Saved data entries
▼▼▼

func TestSameInputSameBytes(t *testing.T) {
	b := plain()
	first, err := json.Marshal(design(t, b).Checks)
	require.NoError(t, err)
	for range 3 {
		again, err := json.Marshal(design(t, b).Checks)
		require.NoError(t, err)
		require.Equal(t, string(first), string(again))
	}
	require.Equal(t, plain(), b, "the brief is not changed")
}

func TestCheckLayoutAgreesWithDesign(t *testing.T) {
	r := design(t, plain())
	again, err := beam.CheckLayout(context.Background(), aci318.ACI31819(), plain(), r.Layout)
	require.NoError(t, err)
	require.Equal(t, r.Verdict, again.Verdict)
	require.Equal(t, r.Checks, again.Checks)
}

func TestCancelledContext(t *testing.T) {
	ctx, cancel := context.WithCancel(context.Background())
	cancel()
	_, err := beam.Design(ctx, aci318.ACI31819(), plain())
	require.ErrorIs(t, err, context.Canceled)
	_, err = beam.CheckLayout(ctx, aci318.ACI31819(), plain(), beam.Layout{})
	require.ErrorIs(t, err, context.Canceled)
}

func TestFaultsOfALayout(t *testing.T) {
	sound := design(t, plain()).Layout
	tests := []struct {
		name string
		edit func(l *beam.Layout)
		path string
	}{
		{"unknown bar", func(l *beam.Layout) { l.Longitudinal[0].Bar = "#12" }, "/layout/longitudinal/0/bar"},
		{"no bars in a row", func(l *beam.Layout) { l.Longitudinal[0].Count = 0 }, "/layout/longitudinal/0/count"},
		{"a million bars", func(l *beam.Layout) { l.Longitudinal[0].Count = 1e6 }, "/layout/longitudinal/0/count"},
		{"no face", func(l *beam.Layout) { l.Longitudinal[0].Face = 0 }, "/layout/longitudinal/0/face"},
		{"layer zero", func(l *beam.Layout) { l.Longitudinal[0].Layer = 0 }, "/layout/longitudinal/0/layer"},
		{"layer two of none", func(l *beam.Layout) { l.Longitudinal[0].Layer = 2 }, "/layout/longitudinal"},
		{"cut off", func(l *beam.Layout) { l.Longitudinal[0].From = units.Foot.Of(3) }, "/layout/longitudinal/0/to"},
		{"hooked", func(l *beam.Layout) { l.Longitudinal[0].End = "hook" }, "/layout/longitudinal/0"},
		{"side bars without spacing", func(l *beam.Layout) {
			l.Longitudinal = append(l.Longitudinal, beam.Row{Bar: "#4", Count: 2, Face: beam.Side})
		}, "/layout/longitudinal/2/spacing"},
		{"two rows of side bars", func(l *beam.Layout) {
			side := beam.Row{Bar: "#4", Count: 2, Face: beam.Side, Spacing: units.Inch.Of(5)}
			l.Longitudinal = append(l.Longitudinal, side, side)
		}, "/layout/longitudinal/3"},
		{"one leg", func(l *beam.Layout) { l.Transverse[0].Legs = 1 }, "/layout/transverse/0/legs"},
		{"no spacing", func(l *beam.Layout) { l.Transverse[0].Spacing = units.Length{} }, "/layout/transverse/0/spacing"},
		{"off the span", func(l *beam.Layout) { l.Transverse[0].To = units.Foot.Of(40) }, "/layout/transverse/0/to"},
		{"too few stirrups", func(l *beam.Layout) { l.Transverse[0].Count = 1 }, "/layout/transverse/0/count"},
		{"overlap", func(l *beam.Layout) { l.Transverse = append(l.Transverse, l.Transverse[0]) }, "/layout/transverse/1"},
		{"second span", func(l *beam.Layout) { l.Transverse[0].Span = 2 }, "/layout/transverse/0/span"},
		{"spiral", func(l *beam.Layout) { l.Transverse[0].Form = "spiral" }, "/layout/transverse/0/form"},
	}
	for _, tt := range tests {
		t.Run(tt.name, func(t *testing.T) {
			l := beam.Layout{Longitudinal: slices.Clone(sound.Longitudinal), Transverse: slices.Clone(sound.Transverse)}
			tt.edit(&l)
			_, err := beam.CheckLayout(context.Background(), aci318.ACI31819(), plain(), l)
			var input *beam.InputError
			require.ErrorAs(t, err, &input)
			require.Equal(t, tt.path, input.Faults[0].Path, "%v", err)
		})
	}
}

// An empty layout, and one whose stirrups stop short, are judged, not
// refused, and never pass.
func TestWorseLayoutsFail(t *testing.T) {
	sound := design(t, plain()).Layout
	check := func(l beam.Layout) *beam.Result {
		r, err := beam.CheckLayout(context.Background(), aci318.ACI31819(), plain(), l)
		require.NoError(t, err)
		return r
	}
	require.Equal(t, beam.Unsatisfied, check(beam.Layout{}).Verdict)
	require.Equal(t, beam.Unsatisfied, check(beam.Layout{Longitudinal: sound.Longitudinal}).Verdict, "no stirrups")
	gap := beam.Layout{Longitudinal: sound.Longitudinal, Transverse: slices.Clone(sound.Transverse)}
	gap.Transverse[0].From = gap.Transverse[0].From.Add(units.Foot.Of(3))
	gap.Transverse[0].Count = 0
	require.Equal(t, beam.Unsatisfied, check(gap).Verdict, "a gap at the support")
	fewer := beam.Layout{Longitudinal: slices.Clone(sound.Longitudinal), Transverse: sound.Transverse}
	fewer.Longitudinal[0].Count -= 2
	require.Equal(t, beam.Unsatisfied, check(fewer).Verdict, "two bars fewer")
}

// A cover given in the brief is the one that bars are laid with.
func TestCoverOfTheBrief(t *testing.T) {
	b := plain()
	b.Cover = units.Inch.Of(2.5)
	r := design(t, b)
	require.Equal(t, units.Inch.Of(2.5), r.Cover)
	for _, bar := range r.Bars {
		if bar.Face == beam.Bottom && bar.Layer == 1 {
			require.True(t, units.Inch.Of(2.5).Less(bar.Y.Sub(bar.Diameter.Scale(0.5))))
		}
	}
}

// Side-face bars come with depth, for beams that sag and for those that hog
// (ACI 318-19 9.7.2.3).
func TestSideBarsOfADeepBeam(t *testing.T) {
	for _, kind := range []statics.SupportKind{statics.Pinned, statics.Fixed} {
		b := plain()
		b.Section.Depth, b.Spans[0] = units.Inch.Of(44), units.Foot.Of(34)
		b.Supports[0].Kind = kind
		if kind == statics.Fixed {
			b.Supports[1].Kind = kind
		}
		r := design(t, b)
		require.Equal(t, beam.Satisfied, r.Verdict, failures(r))
		i := slices.IndexFunc(r.Layout.Longitudinal, func(row beam.Row) bool { return row.Face == beam.Side })
		require.GreaterOrEqual(t, i, 0)
		n := 0
		for _, bar := range r.Bars {
			if bar.Face == beam.Side {
				n++
			}
		}
		require.Equal(t, 2*r.Layout.Longitudinal[i].Count, n)
	}
}

// A depth at which only the member as a whole fails does not win by its
// weight.
func TestDepthsAreRankedAsWholeMembers(t *testing.T) {
	b := plain()
	b.Preferences.Prefer = beam.Shallowest
	b.Preferences.Depths = []units.Length{units.Inch.Of(14), units.Inch.Of(16), units.Inch.Of(18), units.Inch.Of(20)}
	b.Loads[0].Intensity, b.Loads[1].Intensity = units.KipPerFoot.Of(0.1), units.KipPerFoot.Of(0.1)
	r := design(t, b)
	require.Equal(t, beam.Satisfied, r.Verdict, failures(r))
	// Table 9.3.1.1: l/16 = 264/16 = 16.5 in for a simple span
	require.Equal(t, units.Inch.Of(18), r.Section.Depth)
}

// The strengths of the final bars come with the second route's answer.
func TestResultHoldsStrengths(t *testing.T) {
	r := design(t, plain())
	require.Len(t, r.Flexure, 1)
	require.Equal(t, beam.Positive, r.Flexure[0].Sense)
	require.Less(t, r.Flexure[0].CrossCheck.Difference, 1e-6)
	i := slices.IndexFunc(r.Checks, func(c beam.Check) bool { return c.ID == "flexure.positive" })
	require.InEpsilon(t, r.Checks[i].Capacity.SI(), r.Flexure[0].Design.Amount().SI(), 1e-12)
}

// What no code is needed to see: bars and stirrups that would run through each
// other or out of the beam.
func TestGeometryOfALayout(t *testing.T) {
	sound := design(t, plain()).Layout
	tests := []struct {
		name string
		edit func(l *beam.Layout)
		id   string
	}{
		{"side bars beyond the beam", func(l *beam.Layout) {
			l.Longitudinal = append(l.Longitudinal, beam.Row{Bar: "#4", Count: 30, Face: beam.Side, Spacing: units.Inch.Of(9)})
		}, "side-face.room"},
		{"side bars on top of each other", func(l *beam.Layout) {
			l.Longitudinal = append(l.Longitudinal, beam.Row{Bar: "#4", Count: 2, Face: beam.Side, Spacing: units.Inch.Of(0.9)})
		}, "side-face.clear"},
		{"stirrups through each other", func(l *beam.Layout) {
			l.Transverse[0].Spacing, l.Transverse[0].Count = units.Inch.Of(0.4), 0
		}, "stirrup.clear"},
		{"more bars than the width holds", func(l *beam.Layout) { l.Longitudinal[0].Count = 12 }, "fit.width"},
		{"layers up to the top", func(l *beam.Layout) {
			for layer := 2; layer <= beam.MaxLayers; layer++ {
				l.Longitudinal = append(l.Longitudinal, beam.Row{Bar: "#18", Count: 2, Face: beam.Bottom, Layer: layer})
			}
			l.Longitudinal[0].Bar, l.Longitudinal[0].Count = "#18", 2
			for layer := 2; layer <= beam.MaxLayers; layer++ {
				l.Longitudinal = append(l.Longitudinal, beam.Row{Bar: "#18", Count: 2, Face: beam.Top, Layer: layer})
			}
			l.Longitudinal[1].Bar = "#18"
		}, "fit.depth"},
	}
	for _, tt := range tests {
		t.Run(tt.name, func(t *testing.T) {
			l := beam.Layout{Longitudinal: slices.Clone(sound.Longitudinal), Transverse: slices.Clone(sound.Transverse)}
			tt.edit(&l)
			r, err := beam.CheckLayout(context.Background(), aci318.ACI31819(), plain(), l)
			require.NoError(t, err)
			require.Equal(t, beam.Unsatisfied, r.Verdict)
			require.Contains(t, r.Binding, tt.id)
		})
	}
}

// Open stirrups are scheduled as what they are: a leg shorter.
func TestOpenStirrupsInTheSchedule(t *testing.T) {
	closed := design(t, plain())
	l := beam.Layout{Longitudinal: closed.Layout.Longitudinal, Transverse: slices.Clone(closed.Layout.Transverse)}
	for i := range l.Transverse {
		l.Transverse[i].Form = "open"
	}
	open, err := beam.CheckLayout(context.Background(), aci318.ACI31819(), plain(), l)
	require.NoError(t, err)
	a, b := closed.Schedule[len(closed.Schedule)-1], open.Schedule[len(open.Schedule)-1]
	require.Contains(t, a.Shape, "closed")
	require.Contains(t, b.Shape, "open")
	require.True(t, b.Length.Less(a.Length))
	require.True(t, b.Mass.LessThan(a.Mass))
}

▲▲▲

-- About this exercise --
Using the records above, say how many lines include the string "return". Only the number is wanted.

-- Answer space --
3